Effects of the ACA on insurance affordability for the uninsured in Michigan
January 1, 2014, marked the beginning of new health insurance affordability programs made available through the Patient Protection and Affordable Care Act (ACA). These programs include tax credits to lower premium costs, assistance to reduce out-of-pocket expenses, and an optional state expansion of Medicaid eligibility. This analysis examines the effects of the ACA’s premium tax credits and cost-sharing reductions on Michigan’s uninsured population. While these two programs do provide financial benefits to many of Michigan’s uninsured, the extent of these benefits will vary due to the socioeconomic diversity of the uninsured population.
From 2009 to 2011, Michigan had an average of nearly 1.2 million non-elderly residents without health insurance coverage. Assuming the size and composition of the uninsured population has remained fairly constant, the vast majority would be eligible for some form of ACA affordability assistance. As shown in Figure 1, 61 percent of the uninsured are eligible for Medicaid or the Children’s Health Insurance Program (CHIP), including both those eligible under pre-ACA rules and adults who are are newly eligible under Medicaid expansion (also known as the Healthy Michigan Plan).

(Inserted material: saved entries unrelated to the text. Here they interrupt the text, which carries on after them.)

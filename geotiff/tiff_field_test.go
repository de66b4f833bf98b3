package geotiff

import (
	"encoding/binary"
	"encoding/json"
	"math"
	"os"
	"path/filepath"
	"strconv"
	"testing"

	"drygrid/bands"
	"drygrid/grid"
	"drygrid/internal/reftest"
)

// tiffTestField is a deterministic smooth index field on spec: a sum of a
// few sines in SPI-like units (about -2.5 to 2.5) with the cells where a
// second smooth field is high set to no data (about 30 % of the globe), like
// an interpolated grid masked away from stations.
func tiffTestField(s grid.Spec) *grid.Float32 {
	r := grid.NewFloat32(s, grid.NoDataIndex)
	for row := 0; row < s.Rows; row++ {
		for col := 0; col < s.Cols; col++ {
			lon, lat := s.Center(col, row)
			x, y := lon*math.Pi/180, lat*math.Pi/180
			mask := math.Sin(3*x+0.5)*math.Cos(2*y) + 0.4*math.Sin(7*x-5*y+1)
			if mask > 0.55 {
				continue
			}
			v := 1.1*math.Sin(2*x+0.3)*math.Cos(3*y) + 0.7*math.Sin(5*x-4*y+1) +
				0.4*math.Cos(11*x+7*y) + 0.2*math.Sin(23*x-17*y+2)
			r.Data[s.Index(col, row)] = float32(v)
		}
	}
	return r
}

// tiffTestBands classifies a field with the default scheme.
func tiffTestBands(f *grid.Float32, s *bands.Scheme) *grid.Uint8 {
	b := grid.NewUint8(f.Spec, 0)
	for i, v := range f.Data {
		if v != f.NoData {
			b.Data[i] = s.Classify(float64(v))
		}
	}
	return b
}

// tiffRef is what testdata/tiff_ref.py reports GDAL sees.
type tiffRef struct {
	Driver         string            `json:"driver"`
	Size           [2]int            `json:"size"`
	Bands          int               `json:"bands"`
	Datatype       string            `json:"datatype"`
	Block          [2]int            `json:"block"`
	GeoTransform   [6]float64        `json:"geotransform"`
	NoData         *float64          `json:"nodata"`
	Metadata       map[string]string `json:"metadata"`
	ImageStructure map[string]string `json:"image_structure"`
	Categories     []string          `json:"categories"`
	EPSGAuto       *string           `json:"epsg_auto"`
	Authority      []*string         `json:"authority"`
	IsGeographic   bool              `json:"is_geographic"`
	ColorTable     [][4]int          `json:"colortable"`
	ColorInterp    string            `json:"color_interp"`
	Full           tiffRefCmp        `json:"full"`
	Overviews      []struct {
		tiffRefCmp
		Size         [2]int   `json:"size"`
		Factor       int      `json:"factor"`
		ExpectedSize [2]int   `json:"expected_size"`
		NoData       *float64 `json:"nodata"`
		Valid        int      `json:"valid"`
	} `json:"overviews"`
	COG struct {
		Warnings []string `json:"warnings"`
		Errors   []string `json:"errors"`
	} `json:"cog"`
}

type tiffRefCmp struct {
	Mismatches    int `json:"mismatches"`
	MaxULPs       int `json:"max_ulps"`
	NaNMismatches int `json:"nan_mismatches"`
}

// tiffRunRef writes the expected raster raw next to path and runs
// testdata/tiff_ref.py (GDAL 3.6 via python3-gdal, NumPy) on the file.
func tiffRunRef(t *testing.T, path string, idx *grid.Float32, bands *grid.Uint8) tiffRef {
	t.Helper()
	py := reftest.Python(t, "numpy", "osgeo.gdal", "osgeo_utils.samples.validate_cloud_optimized_geotiff")
	raw := filepath.Join(t.TempDir(), "expected.raw")
	var data []byte
	kind, nodata := "index", 0.0
	if idx != nil {
		data = make([]byte, 4*len(idx.Data))
		for i, v := range idx.Data {
			if v != v {
				v = idx.NoData // the writer stores NaN cells as no data
			}
			binary.LittleEndian.PutUint32(data[4*i:], math.Float32bits(v))
		}
		nodata = float64(idx.NoData)
	} else {
		kind, data, nodata = "bands", bands.Data, float64(bands.NoData)
	}
	if err := os.WriteFile(raw, data, 0o644); err != nil {
		t.Fatal(err)
	}
	out := reftest.RunPython(t, py, "../testdata/tiff_ref.py", nil, path, raw, kind, strconv.FormatFloat(nodata, 'g', -1, 64))
	var r tiffRef
	if err := json.Unmarshal(out, &r); err != nil {
		t.Fatalf("tiff_ref.py output: %v\n%s", err, out)
	}
	return r
}

// tiffCheckCommon asserts what both layers share: GDAL opens a one-band
// GTiff with the grid's size and geotransform (GDAL data model: gt[0] west
// edge, gt[1] res, gt[3] north edge, gt[5] -res), 256 x 256 blocks, CRS
// EPSG:4326 both from the AUTHORITY node and osr's AutoIdentifyEPSG, the
// no-data value, every full-resolution pixel, and GDAL's COG validator with
// no error and no warning.
func tiffCheckCommon(t *testing.T, r tiffRef, s grid.Spec, datatype string, nodata float64, tile int) {
	t.Helper()
	if r.Driver != "GTiff" || r.Bands != 1 || r.Datatype != datatype {
		t.Errorf("GDAL: driver %s, %d bands, type %s; want GTiff, 1, %s", r.Driver, r.Bands, r.Datatype, datatype)
	}
	if r.Size != [2]int{s.Cols, s.Rows} {
		t.Errorf("GDAL size %v, want %d x %d", r.Size, s.Cols, s.Rows)
	}
	if r.Block != [2]int{tile, tile} {
		t.Errorf("GDAL block size %v, want %d x %d tiles", r.Block, tile, tile)
	}
	if r.GeoTransform != s.GeoTransform() {
		t.Errorf("GDAL geotransform %v, want %v exactly", r.GeoTransform, s.GeoTransform())
	}
	if r.EPSGAuto == nil || *r.EPSGAuto != "4326" {
		t.Errorf("osr AutoIdentifyEPSG gives %v, want 4326", r.EPSGAuto)
	}
	if len(r.Authority) != 2 || r.Authority[0] == nil || *r.Authority[0] != "EPSG" || r.Authority[1] == nil || *r.Authority[1] != "4326" {
		t.Errorf("CRS authority %v, want EPSG 4326", r.Authority)
	}
	if !r.IsGeographic {
		t.Error("GDAL: CRS is not geographic")
	}
	if r.NoData == nil || *r.NoData != nodata {
		t.Errorf("GDAL no-data %v, want %g", r.NoData, nodata)
	}
	if r.ImageStructure["COMPRESSION"] != "DEFLATE" {
		t.Errorf("GDAL compression %q, want DEFLATE", r.ImageStructure["COMPRESSION"])
	}
	if r.Full.Mismatches != 0 {
		t.Errorf("GDAL reads %d pixels different from those written", r.Full.Mismatches)
	}
	if len(r.COG.Errors)+len(r.COG.Warnings) != 0 {
		t.Errorf("GDAL COG validator: errors %q, warnings %q", r.COG.Errors, r.COG.Warnings)
	}
}

// tiffCheckOverviews asserts GDAL reads the overview levels expected
// (halving, sizes rounded up like GDAL's, until at most 512 px) and that
// each equals the NumPy overview of tiff_ref.py: exactly for bands, within
// one float32 ulp for index (NumPy sums in a different order in float64).
func tiffCheckOverviews(t *testing.T, r tiffRef, want [][2]int, exact bool) {
	t.Helper()
	if len(r.Overviews) != len(want) {
		t.Fatalf("GDAL reads %d overviews, want %d (%v)", len(r.Overviews), len(want), want)
	}
	for i, o := range r.Overviews {
		if o.Size != want[i] || o.ExpectedSize != want[i] {
			t.Errorf("overview %d: GDAL size %v, NumPy %v, want %v", i, o.Size, o.ExpectedSize, want[i])
		}
		if o.MaxULPs > 1 || o.NaNMismatches != 0 || (exact && o.Mismatches != 0) {
			t.Errorf("overview %d (factor %d): %d pixels differ from NumPy, max %d ulps, %d NaN mismatches",
				i, o.Factor, o.Mismatches, o.MaxULPs, o.NaNMismatches)
		}
	}
}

Nearly 28 percent of the uninsured have an income level and other characteristics that allow them to be eligible for subsidies (premium tax credits and/or cost-sharing reductions) if they purchase coverage through the ACA’s health insurance marketplace. On the other hand, 11 percent are ineligible for assistance due to their income level or because they have access to affordable employer-sponsored insurance (ESI). Individuals and families are not eligible for subsidies if their income level is greater than 400 percent of the federal poverty level (FPL), which is defined as $45,960 for an individual and $94,200 for a family of four in 2014.